Question

Express the following series as a telescoping sum and evaluate its nth partial sum. $$ \sum_{n=1}^{\infty} \ln \left(\frac{n}{n+1}\right) $$

Short answer

The series diverges to \(-\infty\) as \( n \to \infty \).

Step-by-step solution

Identify the Structure of the Series

The given series is \( \sum_{n=1}^{\infty} \ln \left(\frac{n}{n+1}\right) \). We observe that the argument of the logarithm can be rewritten using logarithmic properties as \( \ln(n) - \ln(n+1) \). This split is the defining form of a telescoping series.

Write the Series in Telescoping Form

Represent the series as a sum of differences: \( \sum_{n=1}^{\infty} \left( \ln(n) - \ln(n+1) \right) \). This form makes it easier to identify cancellation of terms when summed.

Write the Partial Sum and Observe Cancellation

The nth partial sum \( S_n \) is given by \( S_n = \sum_{k=1}^{n} \left( \ln(k) - \ln(k+1) \right) \). Write out the first few terms: \( (\ln(1) - \ln(2)) + (\ln(2) - \ln(3)) + \ldots + (\ln(n) - \ln(n+1)) \). Notice how terms cancel: after cancellation, \( S_n = \ln(1) - \ln(n+1) \).

Simplify the Expression for the nth Partial Sum

Simplify \( S_n = \ln(1) - \ln(n+1) = 0 - \ln(n+1) = -\ln(n+1) \). Thus, the nth partial sum is \( -\ln(n+1) \).

Evaluate the Infinite Sum

To find the sum of the infinite series, consider the limit of the partial sums as \( n \to \infty \): \( \lim_{n \to \infty} S_n = \lim_{n \to \infty} -\ln(n+1) \). Since \( \ln(n+1) \to \infty \), \( -\ln(n+1) \to -\infty \). Hence, the series diverges to \(-\infty\).

Key concepts

Understanding Partial Sums

When working with series, especially those involving infinite terms, often, we first look at partial sums to see how the series behaves. The "partial sum" is simply the sum of the first few numbers in the series.

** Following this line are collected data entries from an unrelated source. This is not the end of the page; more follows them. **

describe('levers that cannot be pulled so', () => {
  it('are refused by name, whatever else is pulled', () => {
    const past = day('2026-01-01');
    expect(faults({ paydown: { on: past, amountCents: cents(100), reamortize: false } })).toEqual(['paydown.on']);
    expect(faults({ sale: { on: day('2099-01-01'), roofValueCents: cents(0) } })).toEqual(['sale.on']);
    expect(faults({ priceRise: '0.5', degradation: '-0.1' })).toEqual(['priceRise', 'degradation']);
    expect(faults({ exportCut: { from: SPRING, keep: '1.2' } })).toEqual(['exportCut.keep']);
    expect(faults({ moreUse: { from: SPRING, whPerDay: wh(-1), fromHour: 1, toHour: 2 } })).toEqual([
      'moreUse.whPerDay',
    ]);
    const both = { cash: true, paydown: { on: SPRING, amountCents: cents(1), reamortize: false } };
    expect(faults(both)).toEqual(['paydown']);
    expect(
      faults({ cash: true, refinance: { on: SPRING, annualRate: '0.9', termMonths: 12, costsCents: cents(0) } }),
    ).toEqual(['refinance', 'refinance.annualRate']);
  });

  it('on a record that cannot be projected say why', () => {
    const none: TryBasis = { ...start, basis: { ...basis, facts: { ...basis.facts, plans: [] } } };
    const why = 'There is no rate plan for the months to come.';
    const faultless = { ok: false, why, faults: [] };
    expect(tryLevers(none, NONE)).toEqual(faultless);
    expect(tryLevers(none, { ...NONE, exportCut: { from: SPRING, keep: '0.5' } })).toEqual(faultless);
    expect(tryLevers(none, { ...NONE, exportCut: { from: SPRING, keep: '1' } })).toEqual(faultless);
  });

  it('say why where only what is sent out cannot be settled', () => {
    const dear = basis.facts.plans.map((one) => ({
      ...one,
      plan: {
        ...one.plan,
        credits: one.plan.credits.map((credit) => ({
          ...credit,
          rates: credit.rates?.map((row) => ({ ...row, rate: '99999999' })) ?? null,
        })),
      },
    }));
    const of: TryBasis = {
      ...start,
      basis: { ...basis, today: basis.close.on, facts: { ...basis.facts, plans: dear } },
    };
    const tried = tryLevers(of, { ...NONE, exportCut: { from: basis.close.on, keep: '0.5' } });
    expect(tried).toMatchObject({ ok: false, why: expect.stringContaining('more than any house could owe') });
  });

  it('are told by the first of their faults', () => {
    const past = day('2026-01-01');
    const tried = pull({ paydown: { on: past, amountCents: cents(100), reamortize: false }, priceRise: '0.5' });
    expect(tried).toMatchObject({ ok: false, why: expect.stringContaining('What was is in the record.') });
    const refinance = { on: SPRING, annualRate: '0.05', termMonths: 12, costsCents: cents(0) };
    const none: TryBasis = { ...start, basis: { ...basis, facts: { ...basis.facts, loan: null } } };
    expect(tryLevers(none, { ...NONE, refinance })).toMatchObject({ ok: false, why: 'There is no loan to refinance.' });
  });

  it('may be pulled on the day of the record’s end and on the last day before the horizon, and to either end of a scale', () => {
    const first = latestDay(basis.today, basis.close.on);
    const last = addDays(addMonths(basis.close.on, basis.facts.assumptions.horizonMonths), -1);
    const sale = (on: Day) => faults({ sale: { on, roofValueCents: cents(0) } });
    expect([sale(first), sale(last)]).toEqual([[], []]);
    expect([sale(addDays(first, -1)), sale(addDays(last, 1))]).toEqual([['sale.on'], ['sale.on']]);
    for (const priceRise of ['-0.2', '0.2']) expect(faults({ priceRise })).toEqual([]);
    for (const priceRise of ['-0.2001', '0.2001']) expect(faults({ priceRise })).toEqual(['priceRise']);
    for (const degradation of ['0', '0.1']) expect(faults({ degradation })).toEqual([]);
    expect(faults({ degradation: '0.1001' })).toEqual(['degradation']);
    expect(faults({ exportCut: { from: SPRING, keep: '-0.1' } })).toEqual(['exportCut.keep']);
    const refinance = (annualRate: string) =>
      faults({ refinance: { on: SPRING, annualRate, termMonths: 12, costsCents: cents(0) } });
    expect([refinance('0'), refinance('0.4'), refinance('0.4001')]).toEqual([[], [], ['refinance.annualRate']]);
  });

  it('a loan that is not there can be neither paid down, refinanced nor left out', () => {
    const none: TryBasis = { ...start, basis: { ...basis, facts: { ...basis.facts, loan: null } } };
    const tried = tryLevers(none, {
      ...NONE,
      cash: true,
      paydown: { on: SPRING, amountCents: cents(1), reamortize: false },
    });
    expect(tried.ok ? [] : tried.faults.map((fault) => fault.field)).toEqual(['paydown', 'cash', 'paydown']);
  });
});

For the series given in the exercise, the partial sum is represented as:

• For the nth partial sum, we add up terms: \( S_n = \ln(1) - \ln(2) + \ln(2) - \ln(3) + \ldots + \ln(n) - \ln(n+1) \).
• Key thing to notice: When terms are written out, many inner terms cancel each other out.
• Only the first term from the first part and the last term from the second part remain in the summation.

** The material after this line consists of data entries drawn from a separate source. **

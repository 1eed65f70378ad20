import type { Statement } from '#shared/facts/papers.ts';
import { StatementForm } from '#src/ui/statement-form/statement-form.tsx';
import { formOfStatement } from '#src/ui/statement-form/statement-of-form.ts';
import { useCorrect } from './cycles-queries.ts';

/** Corrects a posted statement: the values as they stand, to be changed, and a reason. The old revision stays readable. */
export default function CorrectStatement({
  statement,
  householdId,
  cycleTo,
  onCancel,
  onDone,
}: {
  statement: Statement;
  householdId: string;
  cycleTo: string;
  onCancel: () => void;
  onDone: (to: string) => void;
}) {
  const correct = useCorrect(householdId, cycleTo);
  return (
    <StatementForm
      defaults={formOfStatement(statement)}
      correction
      head={
        <div className="mt-8">
          <h2>Correct the statement</h2>
          <p className="hint">
            Write what the paper says, even where it is wrong. The statement as it stands is kept as revision{' '}
            {statement.revision}.
          </p>
        </div>
      }
      busy={correct.isPending}
      refusal={correct.error}
      save={`Save as revision ${statement.revision + 1}`}
      onCancel={onCancel}
      onSave={(body, reason) => correct.mutate({ statement: body, reason }, { onSuccess: (done) => onDone(done.to) })}
    />
  );
}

This leads to a simplified expression for the nth partial sum as \( S_n = \ln(1) - \ln(n+1) \). Here, \( \ln(1) = 0 \), which further simplifies to \( -\ln(n+1) \).
This insight helps us see what the series approaches as n grows very large. Thus, dissecting a series into partial sums can reveal much about the nature of the series.

Exploring Logarithmic Properties

Logarithms are an essential tool in calculus and algebra. They transform multiplication into addition, division into subtraction, and powers into multiplications. At the heart of many problems is the need to understand and manipulate logarithmic expressions. Here’s how they work in the context of the series:

• We use the property: \( \ln\left( \frac{a}{b} \right) = \ln(a) - \ln(b) \).
• Applying this to \( \ln\left( \frac{n}{n+1} \right) \) transforms it into \( \ln(n) - \ln(n+1) \).
• This transformation is referred to as rewriting the terms to telescope, meaning many terms cancel each other when summed consecutively.

In our example, breaking logarithm expressions into simpler forms using properties allows simplification and helps identify patterns, enabling series evaluation.
Remember, understanding these properties can make evaluating, simplifying, and even solving logarithmic equations more straightforward.

Infinite Series and Divergence

The concept of an infinite series is when the series has an unending number of terms. Evaluating such series often involves looking at the limit of its partial sums as "n" approaches infinity. However, not all infinite series converge to a nice number; some diverge. Here's what happened in this exercise:

• The nth partial sum we discovered was \( S_n = -\ln(n+1) \).
• To evaluate an infinite series, we check the limit \( \lim_{n \to \infty} S_n \).
• As we let \( n \to \infty \), \( \ln(n+1) \) grows without bounds, meaning \( -\ln(n+1) \) goes to \(-\infty\).

This means our series does not settle to a finite value, leading us to conclude that the series diverges.
In simple terms, rather than approaching a single number, the series spreads out infinitely as n increases. Recognizing whether a series converges or diverges is a fundamental skill in mathematical analysis, and mastering it will aid in understanding more complex mathematical scenarios.